[Extracted data entries]
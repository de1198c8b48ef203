import { describe, expect, it } from "vitest";
import { run } from "../../src/cli/run.ts";
import { testHost } from "../support/test-host.ts";

const CAST = "depth_m,temperature_degC,practical_salinity\n0,20,2\n10,16,15\n20,12,30\n";

async function compare(...args: readonly string[]) {
  const { host, said } = testHost({ "a.csv": CAST });
  const status = await run(host, ["compare", ...args]);
  return { status, ...said };
}

describe("layerhead compare", () => {
  it("holds every shortcut against the integrated pressure at the bottom", async () => {
    const { status, out } = await compare("a.csv", "--latitude", "51");
    expect(status).toBe(0);
    expect(out).toContain("at 20.000 m:");
    expect(out).toMatch(/-?\d+\.\d{3} +-\d+\.\d{3} .* fresh, 62\.4 lbf\/ft3/);
    expect(out).toMatch(/sea, 1025\.00 kg\/m3/);
  });

  it("gives the same as JSON at the levels asked for", async () => {
    const { out } = await compare("a.csv", "--levels", "5,20", "--reference-density", "1012", "--json");
    const [cast] = JSON.parse(out).casts;
    expect(cast.depth_m).toEqual([5, 20]);
    const own = cast.shortcuts.find((shortcut: { name: string }) => shortcut.name.startsWith("basis"));
    for (const i of [0, 1]) {
      expect(own.pressure_kPa[i] - own.error_kPa[i]).toBeCloseTo(cast.gauge_pressure_kPa[i], 10);
      expect(own.pressure_kPa[i]).toBeCloseTo((1012 * 9.80665 * cast.depth_m[i]) / 1000, 9);
    }
  });

  it("explains itself, and needs a file", async () => {
    expect((await compare("--help")).out).toContain("usage: layerhead compare");
    expect((await compare()).status).toBe(64);
  });
});
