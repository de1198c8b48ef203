import { describe, expect, it } from "vitest";
import { run } from "../../src/cli/run.ts";
import golden from "../golden/columns.json";
import { FOLDER, testHost } from "../support/test-host.ts";

const CAST = `depth_m,temperature_degC,practical_salinity
0.5,18,3
2,16,12
4,14,25
`;

const column = async (files: Parameters<typeof testHost>[0], ...args: readonly string[]) => {
  const { host, said, written } = testHost(files);
  const status = await run(host, ["column", ...args]);
  return { status, ...said, written };
};

interface Json {
  version: string;
  basis: Record<string, unknown>;
  casts: {
    name: string;
    station: string | null;
    profile: Record<string, (number | null)[]> & { origin: string[] };
    levels: Record<string, (number | null)[]> & { origin: string[]; level: string[] };
    issues: { severity: string; code: string; message: string; line: number | null }[];
  }[];
}

describe("layerhead column --json", () => {
  it.each(golden.columns)("agrees with the independent integration: $name", async (reference) => {
    const rows = reference.depth_m.map((depth, i) =>
      [depth, reference.practical_salinity[i], reference.temperature_degC[i]].join(),
    );
    const file = `depth_m,practical_salinity,temperature_degC\n${rows.join("\n")}\n`;
    const levels = reference.query_depth_m.join();
    const { status, out } = await column(
      { "cast.csv": file },
      "cast.csv",
      "--latitude",
      String(reference.latitude),
      "--levels",
      levels,
      "--json",
    );
    expect(status).toBe(0);
    const [cast] = (JSON.parse(out) as Json).casts;
    const samples = (name: string) => cast!.profile[name]!.filter((_, i) => cast!.profile.origin[i] === "sample");
    reference.sea_pressure_dbar.forEach((p, i) => {
      expect(Math.abs(samples("sea_pressure_dbar")[i]! / p - 1)).toBeLessThan(1e-8);
    });
    reference.query_sea_pressure_dbar.forEach((p, i) => {
      expect(Math.abs(cast!.levels.sea_pressure_dbar![i]! - p)).toBeLessThanOrEqual(1e-8 * p);
    });
    reference.N2_per_s2.forEach((n2, i) => {
      const found = samples("buoyancy_frequency_squared_s-2")[i]!;
      expect(Math.abs(found - n2)).toBeLessThanOrEqual(1e-9 * Math.abs(n2) + 1e-15);
    });
  });

  it("has one entry a sample, one for the surface and one for the bed, null for what is missing", async () => {
    const { out } = await column({ "a.csv": CAST }, "a.csv", "--bed", "5", "--json");
    const { version, basis, casts } = JSON.parse(out) as Json;
    expect(version).toMatch(/^\d+\.\d+\.\d+$/);
    expect(basis).toMatchObject({ water: "teos10", bed_depth_m: 5, air_pressure_kPa: 101.325 });
    expect(casts[0]!.profile.origin).toEqual(["surface-gap", "sample", "sample", "sample", "bed-gap"]);
    expect(casts[0]!.profile.depth_m).toEqual([0, 0.5, 2, 4, 5]);
    expect(casts[0]!.profile.temperature_degC!.slice(1, 4)).toEqual([18, 16, 14]);
    expect(casts[0]!.profile.elevation_m).toEqual([null, null, null, null, null]);
    expect(casts[0]!.profile["buoyancy_frequency_squared_s-2"]!.map((value) => value === null)).toEqual([
      true,
      false,
      false,
      true,
      true,
    ]);
    expect(casts[0]!.issues.map((issue) => issue.code)).toContain("gravity-assumed");
  });

  it("takes every item of the basis from the options", async () => {
    const { out, status } = await column(
      { "a.csv": "depth_m,temperature_degC\n1,10\n9,8\n" },
      ..."a.csv --latitude -38.2 --water constant:1010 --salinity 0.3 --air-pressure 95 --reference-density mean --depth-made constant:1000 --json".split(
        " ",
      ),
    );
    expect(status).toBe(0);
    expect((JSON.parse(out) as Json).basis).toEqual({
      water: { constant_density_kg_m3: 1010 },
      latitude_deg: -38.2,
      air_pressure_kPa: 95,
      unmeasured_practical_salinity: 0.3,
      depth_made: { constant_density_kg_m3: 1000 },
      reference_density: "mean",
      surface_gap: "hold",
      bed_gap: "hold",
      bed_depth_m: null,
      water_surface_elevation_m: null,
      temperature_random_uncertainty_degC: 0.01,
      temperature_systematic_uncertainty_degC: 0.02,
      practical_salinity_random_uncertainty: 0.02,
      practical_salinity_systematic_uncertainty: 0.05,
      unmeasured_practical_salinity_uncertainty: 0.2,
      conductivity_random_uncertainty_mS_cm: 0.02,
      conductivity_systematic_uncertainty_mS_cm: 0.05,
      sample_depth_random_uncertainty_m: 0.02,
      sample_depth_systematic_uncertainty_m: 0.05,
      sea_pressure_random_uncertainty_dbar: 0.01,
      sea_pressure_systematic_uncertainty_dbar: 0.05,
      depth_scale_uncertainty_fraction: 0.002,
      level_depth_uncertainty_m: 0.02,
      gravity_uncertainty_fraction: null,
      air_pressure_uncertainty_kPa: 1,
      equation_of_state_uncertainty_kg_m3: 0.004,
      composition_uncertainty_fraction: 0.001,
    });
  });
});

describe("layerhead column on a terminal", () => {
  it("prints a table a cast, levels among the samples", async () => {
    const { out, status } = await column({ "a.csv": CAST }, "a.csv", "--latitude", "51.4", "--levels", "3");
    expect(status).toBe(0);
    expect(out).toMatchInlineSnapshot(`
      "a  (a.csv)
        51.4 deg N, 3 samples from 0.50 to 4.00 m
        TEOS-10, departure from 1025.000 kg/m3, air 101.325 kPa
        depth  temperature  salinity   density  sea pressure   gauge  absolute  departure  departure  departure
            m         degC         1     kg/m3          dbar     kPa       kPa        kPa          m          %
        0.000       18.000     3.000  1000.896        0.0000   0.000   101.325      0.000     0.0000          -  surface-gap
        0.500       18.000     3.000  1000.898        0.4910   4.910   106.235     -0.118    -0.0118     -2.408
        2.000       16.000    12.000  1008.144        1.9695  19.695   121.020     -0.420    -0.0417     -2.131
        3.000       15.006    18.500  1013.308        2.9612  29.612   130.937     -0.560    -0.0557     -1.890  level
        4.000       14.000    25.000  1018.496        3.9580  39.580   140.905     -0.649    -0.0645     -1.640
      "
    `);
  });

  it("shows a long cast thinned, and says so", async () => {
    const rows = Array.from({ length: 500 }, (_, i) => `${(i + 1) / 10},15,10`).join("\n");
    const { out } = await column({ "a.csv": `depth_m,temperature_degC,practical_salinity\n${rows}\n` }, "a.csv");
    expect(out).toContain("40 of 501 rows shown; --out DIR or --json gives all");
    expect(out).toContain("50.000");
  });
});

describe("layerhead column --out", () => {
  it("writes one CSV a cast and summary.csv, each with its metadata", async () => {
    const { written, status, out } = await column(
      { "a.csv": CAST, "b.csv": CAST },
      "a.csv",
      "b.csv",
      "--out",
      "results",
      "--levels",
      "1",
    );
    expect(status).toBe(0);
    expect(out).toBe("");
    const names = [...written.keys()].map((name) => name.replace("results/", ""));
    expect(names).toHaveLength(6);
    expect(names).toContain("summary.csv");
    expect(names.filter((name) => name.endsWith("-metadata.json"))).toHaveLength(3);
    const [profile] = [...written.values()];
    const lines = profile!.trim().split("\n");
    expect(lines[0]).toBe(
      "cast,depth_m,elevation_m,sea_pressure_dbar,gauge_pressure_kPa,absolute_pressure_kPa,temperature_degC,practical_salinity,absolute_salinity_g_kg,conservative_temperature_degC,density_kg_m3,sigma0_kg_m3,sound_speed_m_s,buoyancy_frequency_squared_s-2,constant_density_pressure_kPa,departure_kPa,departure_m,departure_percent,pressure_uncertainty_kPa,flag,origin",
    );
    expect(lines.slice(1).map((line) => line.split(",").at(-1))).toEqual([
      "surface-gap",
      "sample",
      "level",
      "sample",
      "sample",
    ]);
    const metadata = JSON.parse(written.get(`results/${names[1]}`)!);
    expect(metadata.tableSchema.columns.map((description: { name: string }) => description.name).join()).toBe(lines[0]);
    expect(metadata.notes[0].sources).toHaveLength(1);
    expect(metadata.notes[0].sources[0].sha256).toMatch(/^[0-9a-f]{64}$/);
  });
});

describe("layerhead column on bad input", () => {
  const good = { "good.csv": CAST };
  it.each([
    ["an empty file", { "bad.csv": "" }, "bad.csv"],
    ["no depth column", { "bad.csv": "temperature_degC,practical_salinity\n12,3\n11,4\n" }, "bad.csv"],
    ["one sample", { "bad.csv": "depth_m,temperature_degC,practical_salinity\n1,12,3\n" }, "bad.csv"],
    ["not a table at all", { "bad.csv": "Dear all,\nthe boat leaves at nine.\n" }, "bad.csv"],
    ["bytes that are no text", { "bad.csv": Uint8Array.from({ length: 300 }, (_, i) => (i * 7919) % 256) }, "bad.csv"],
    ["a folder", { "bad.csv": FOLDER }, "bad.csv"],
    ["no such file", {}, "missing.csv"],
    ["a name of no length", {}, ""],
  ] as const)("%s: one clear line, exit 2, the other file still done", async (_, files, name) => {
    const { status, err, out } = await column({ ...files, ...good }, name, "good.csv");
    expect(status).toBe(2);
    const about = err.split("\n").filter((line) => line !== "" && !line.startsWith("good.csv"));
    expect(about).toHaveLength(1);
    expect(about[0]!.length).toBeGreaterThan(20);
    expect(out).toContain("good.csv");
    expect(out).toContain("4.000");
  });

  it("text among the numbers is named by line, and its row left out", async () => {
    const { err, out, status } = await column({ "a.csv": CAST.replace("16,12", "warm,12") }, "a.csv");
    expect(err).toMatch(/a\.csv.*:3: .*"?warm"?/);
    expect(out).not.toContain("2.000 ");
    expect(status).toBe(0);
  });
});

describe("layerhead on a wrong command line", () => {
  it.each([
    [["column"], "name at least one cast file"],
    [["column", "a.csv", "--latitude", "95"], "--latitude 95: expected a number from -90 to 90 degrees"],
    [
      ["column", "a.csv", "--water", "salty"],
      "--water salty: expected teos10, exact, limnological, eos80 or constant:RHO",
    ],
    [["column", "a.csv", "--water", "constant:4"], "--water constant 4: expected a number from 500 to 3000 kg/m3"],
    [["column", "a.csv", "--levels", "1,,3"], "--levels"],
    [["column", "a.csv", "--reference-density", "heavy"], "expected surface, mean or a number"],
    [["column", "a.csv", "--colour"], "--colour"],
    [["swim"], "swim: no such command"],
    [[], "no command given"],
  ])("%j is one line and exit 64", async (args, message) => {
    const { host, said } = testHost({ "a.csv": CAST });
    expect(await run(host, args)).toBe(64);
    expect(said.err).toContain(message);
    expect(said.err.trim().split("\n")).toHaveLength(1);
  });

  it.each([["--help"], ["column", "--help"], ["water", "--help"], ["inspect", "--help"], ["--version"]])(
    "%j %j helps and exits 0",
    async (...args) => {
      const { host, said } = testHost();
      expect(await run(host, args.filter(Boolean))).toBe(0);
      expect(said.out.length).toBeGreaterThan(10);
    },
  );
});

WORK ORDER. For each line above that contains the word "readonly", copy that line.

RESULT FOR THIS EXERCISE.
async function compare(...args: readonly string[]) {
const column = async (files: Parameters<typeof testHost>[0], ...args: readonly string[]) => {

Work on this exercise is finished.